Он посмотрел на небо – оно было безоблачно, – прислушался…

* * *

Раненые лежали под елями на краю перелеска. То и дело кто-нибудь из партизан подходил к Веняве, наклонялся, всматривался в его лицо, покрытое запекшейся кровью. Глаза раненого закатились, в горле булькала кровь, воздух с хрипом и свистом вырывался через открытый рот. Уловив это дыхание, партизан выпрямлялся, бросал взгляд на Ястреба, лежавшего рядом под несколькими шинелями, в зеленой пилотке, натянутой на уши. Ястреб время от времени стучал зубами…

Партизан отходил, широко шагая по губчатой, мягкой почве. Остальные отдыхали, растянувшись на мху. Двое разулись, один, наслаждаясь прохладой, медленно шевелил стертыми пальцами, другой старательно обматывал ступни скользкими портянками. Многие спали, спали, как убитые, скошенные на землю усталостью. Кто-то стонал во сне, тяжело перекатывая голову с боку на бок. Луна появилась из-за леса, небо посветлело, на земле засеребрились широкие блики, резче обозначились косматые тени.

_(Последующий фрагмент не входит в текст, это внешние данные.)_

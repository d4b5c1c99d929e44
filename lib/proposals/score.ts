/**
 * The figures a proposal is judged by — walkway width, free floor, bed size, storage volume, the
 * load's balance towards the front axle, counter length — measured from the checked document and
 * its check report, and the score of each on the brief's priorities, explained in words.
 * Pure: must never import React, Next, the database or the services.
 */
import { unionArea } from '../geometry/union';
import type { Rect } from '../geometry/rect';
import type { CheckReport } from '../checks/types';
import type { Bed } from '../checks/beds';
import { linedInterior, moduleRect } from '../layout/bay';
import type { LayoutDoc } from '../layout/schema';
import { moduleMassKg, tankLitres } from '../planning/module-facts';
import { WATER_KG_PER_L } from '../planning/axle-loads';
import type { Priority } from './brief';

export interface Figures {
  /** Narrowest walkway in travel and lounge, mm (from walkway.width). */
  walkwayMm: number;
  /** Lined floor not covered by anything standing on it in the lounge arrangement, m². */
  freeFloorM2: number;
  /** The largest bed's clear rectangle, mm. */
  bedLongMm: number;
  bedShortMm: number;
  mattress: string | null;
  /** Wardrobes, lockers, drawers and the room under the bed or benches not taken by services, litres. */
  storageL: number;
  /** How far the fitted load's centre of mass lies ahead of the rear axle (the wheel-arch centres), mm. */
  loadAheadOfRearAxleMm: number;
  /** Sink and worktop along the kitchen run, mm. */
  counterMm: number;
  freshL: number;
  greyL: number;
}

export type Metric = 'walkway' | 'floor' | 'bed' | 'storage' | 'balance' | 'counter';
export const METRIC_WORDS: Record<Metric, string> = {
  walkway: 'Walkway',
  floor: 'Free floor',
  bed: 'Bed size',
  storage: 'Storage',
  balance: 'Weight balance',
  counter: 'Counter',
};
const PRIORITY_METRIC: Record<Priority, Metric[]> = {
  floor: ['floor', 'walkway'],
  bed: ['bed'],
  storage: ['storage'],
  balance: ['balance'],
};

export interface Score {
  metric: Metric;
  /** 0–100 within this brief's passing candidates. */
  points: number;
  weight: number;
  words: string;
}

const STORAGE_KINDS = new Set(['wardrobe', 'overhead-locker', 'drawer-unit']);

export function figuresOf(doc: LayoutDoc, report: CheckReport, beds: Bed[]): Figures {
  const walkway = report.findings.filter((f) => f.id === 'walkway.width' && typeof f.measured === 'number').map((f) => f.measured as number);
  const lined = linedInterior(doc);
  const blocking: Rect[] = doc.modules.filter((m) => m.arrangements.includes('lounge') && m.elevation < 1000).map(moduleRect);
  const linedArea = (lined.x1 - lined.x0) * (lined.y1 - lined.y0);
  const freeFloor = Math.max(0, linedArea - unionArea(blocking)) / 1e6;
  const bed = beds[0];
  let storage = 0;
  for (const m of doc.modules) {
    if (STORAGE_KINDS.has(m.kind)) storage += (m.length * m.width * m.height) / 1e6;
    if (m.surface === 'sleep' && m.kind !== 'bed-infill' && m.elevation > 0) storage += (m.length * m.width * m.elevation) / 1e6;
  }
  let services = 0;
  for (const m of doc.modules) if (m.elevation === 0 && ['fresh-water-tank', 'grey-water-tank', 'electrics-bay', 'heater'].includes(m.kind)) services += (m.length * m.width * m.height) / 1e6;
  // Load centre: module masses plus fresh water carried full (the weight plan's travel case).
  let mass = 0, moment = 0;
  for (const m of doc.modules) {
    const kg = moduleMassKg(m) + (m.kind === 'fresh-water-tank' ? tankLitres(m) * WATER_KG_PER_L : 0);
    mass += kg;
    moment += kg * (m.x + m.length / 2);
  }
  const arches = doc.bay.wheelArches;
  const rearAxle = arches.length ? arches.reduce((s, a) => s + a.x + a.length / 2, 0) / arches.length : doc.bay.length;
  const centre = mass > 0 ? moment / mass : 0;
  // Along the wall the run stands against: x for a unit worked from the side, y for one worked from the front or rear.
  const counter = doc.modules.filter((m) => m.kind === 'kitchen-counter' || m.kind === 'sink-unit').reduce((s, m) => s + (m.facing === 'left' || m.facing === 'right' ? m.length : m.width), 0);
  return {
    walkwayMm: walkway.length ? Math.min(...walkway) : 0,
    freeFloorM2: Math.round(freeFloor * 100) / 100,
    bedLongMm: bed?.long ?? 0,
    bedShortMm: bed?.short ?? 0,
    mattress: bed?.mattress?.name ?? null,
    storageL: Math.round(Math.max(0, storage - services)),
    loadAheadOfRearAxleMm: Math.round(rearAxle - centre),
    counterMm: counter,
    freshL: doc.modules.filter((m) => m.kind === 'fresh-water-tank').reduce((s, m) => s + tankLitres(m), 0),
    greyL: doc.modules.filter((m) => m.kind === 'grey-water-tank').reduce((s, m) => s + tankLitres(m), 0),
  };
}

const VALUE: Record<Metric, (f: Figures) => number> = {
  walkway: (f) => f.walkwayMm,
  floor: (f) => f.freeFloorM2,
  bed: (f) => f.bedLongMm * f.bedShortMm,
  storage: (f) => f.storageL,
  balance: (f) => f.loadAheadOfRearAxleMm,
  counter: (f) => f.counterMm,
};

function words(metric: Metric, f: Figures, best: Figures): string {
  switch (metric) {
    case 'walkway':
      return `The walkway is ${f.walkwayMm} mm at its narrowest (widest among these proposals: ${best.walkwayMm} mm).`;
    case 'floor':
      return `${f.freeFloorM2.toFixed(2)} m² of floor is free in the lounge arrangement (most among these: ${best.freeFloorM2.toFixed(2)} m²).`;
    case 'bed':
      return `The bed is ${f.bedLongMm} × ${f.bedShortMm} mm clear${f.mattress ? `, taking a ${f.mattress}` : ''} (largest among these: ${best.bedLongMm} × ${best.bedShortMm} mm).`;
    case 'storage':
      return `About ${f.storageL} L of storage in wardrobes, lockers and under the bed or benches (most among these: ${best.storageL} L).`;
    case 'balance':
      return `The fitted load's centre (with the fresh tank full) is ${f.loadAheadOfRearAxleMm} mm ahead of the rear axle, taken at the wheel-arch centres — the further forward, the more rides on the front axle (furthest forward among these: ${best.loadAheadOfRearAxleMm} mm).`;
    case 'counter':
      return `${f.counterMm} mm of sink and worktop (longest among these: ${best.counterMm} mm).`;
  }
}

/**
 * Scores each candidate 0–100 per metric against the best and worst of the passing candidates;
 * the brief's priority counts three times, every other metric once.
 */
export function scoreAll(all: Figures[], priority: Priority): { scores: Score[]; total: number }[] {
  const metrics = Object.keys(VALUE) as Metric[];
  const range = Object.fromEntries(metrics.map((m) => {
    const v = all.map(VALUE[m]);
    return [m, { lo: Math.min(...v), hi: Math.max(...v), best: all[v.indexOf(Math.max(...v))] }];
  })) as Record<Metric, { lo: number; hi: number; best: Figures }>;
  return all.map((f) => {
    const scores = metrics.map((m): Score => {
      const { lo, hi, best } = range[m];
      const points = hi > lo ? Math.round(((VALUE[m](f) - lo) / (hi - lo)) * 100) : 100;
      return { metric: m, points, weight: PRIORITY_METRIC[priority].includes(m) ? 3 : 1, words: words(m, f, best) };
    });
    const weight = scores.reduce((s, x) => s + x.weight, 0);
    return { scores, total: Math.round(scores.reduce((s, x) => s + x.points * x.weight, 0) / weight) };
  });
}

Командир отряда сидел у придорожного рва, всматриваясь в горизонт. На его коленях лежали планшет со штабной картой, компас и фонарик. Но командир разбитого отряда смотрел не на карту – он читал окружающую его ночь.

Справа горизонт опасно приближался к ним. Звезды там погасли, широкая полоса черноты заняла полнеба, ниже чернота постепенно мутнела, небо пропитывалось дымом, становилось бурым, внизу коричневое просвечивало отблеском меди. Светлело: розово-синий отблеск появился на горизонте.